I wonder if there is a passive form of this phrase:

*John doesn't abide by the rules*
My take on this even if I know it's totally wrong

*The rules are not abided by John* (It's weird)

I suspect there isn't a passive form but I would like to know why.

Thanks in advance

PS:
I can think of something even weirder since abide by is a phrasal verb and therefore an indivisible unit.

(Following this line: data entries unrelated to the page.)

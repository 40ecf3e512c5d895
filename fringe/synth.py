"""Physical scene generator: synthetic fringe captures with a known ground truth.

The functions here compute the optics numerically (aperture integrals, incoherent sums
over source points and wavelengths, pixel-area integration, shot and read noise) so that
measurements made on their output can be checked against handbook formulas.

Conventions
-----------
Arrays are indexed ``[row, col]``; x is the column (to the right) and y the row (down),
with pixel centres at integer coordinates and pixel ``(row, col)`` covering the unit
square around its centre. The reference point is ``c = ((W - 1) / 2, (H - 1) / 2)`` in
``(x, row)`` order. ``orientation_deg`` ``t`` is the direction of the fringe *normal*
(across the fringes) in degrees counter-clockwise from +x as seen on screen, so the unit
normal in ``(x, row)`` coordinates is ``n = (cos t, -sin t)`` and the unit vector along
the fringes is ``s = (sin t, cos t)``. A pure fringe pattern is

    I(r) = B + A cos(2 pi n . (r - c) / P + phi).

``python -m fringe.synth OUTDIR`` regenerates the bundled sample images.
"""

from __future__ import annotations

import argparse
import hashlib
import json
import struct
import textwrap
import zlib
from collections.abc import Callable, Mapping, Sequence
from fractions import Fraction
from pathlib import Path
from typing import Any

import cv2
import numpy as np
from scipy import special

from fringe._util import FringeError

__all__ = [
    "render_fringes",
    "two_slit_intensity",
    "source_points",
    "gaussian_spectrum",
    "two_slit_image",
    "camera",
    "srgb_encode",
    "phone_jpeg",
    "ruler_overlay",
    "phase_drift_stack",
    "photon_stack",
    "make_samples",
    "main",
]

# --------------------------------------------------------------------------- helpers


def _shape2(shape: Sequence[int], name: str = "shape") -> tuple[int, int]:
    try:
        h, w = (int(v) for v in shape)
    except (TypeError, ValueError):
        raise FringeError(f"{name}: expected (rows, cols), got {shape!r}") from None
    if h < 1 or w < 1:
        raise FringeError(f"{name}: both sides must be at least 1 px, got {shape!r}")
    return h, w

*The rules are not abided by by John*


----------



## Bevj

adonis1956 said:


> *The rules are not abided by by John*


In my opinion this is a correct sentence.
However, the repetition of 'by' makes it sound rather clumsy.


----------



## Cholo234

adonis1956 said:


> I wonder if there is a passive form of this phrase


In the future, you can just check (if it's convenient) in the dictionary to see if a verb is transitive or not.  (Transitive verbs take direct objects and are both active and passive.)  (An intransitive verb can't be passive.)
a·bide​  (ə-bīd′)
_v._ *a·bode* (ə-bōd′) or *a·bid·ed*, *a·bid·ing*, *a·bides*
_v.tr._
*1. *To put up with; tolerate: can't abide such incompetence. See Synonyms at endure.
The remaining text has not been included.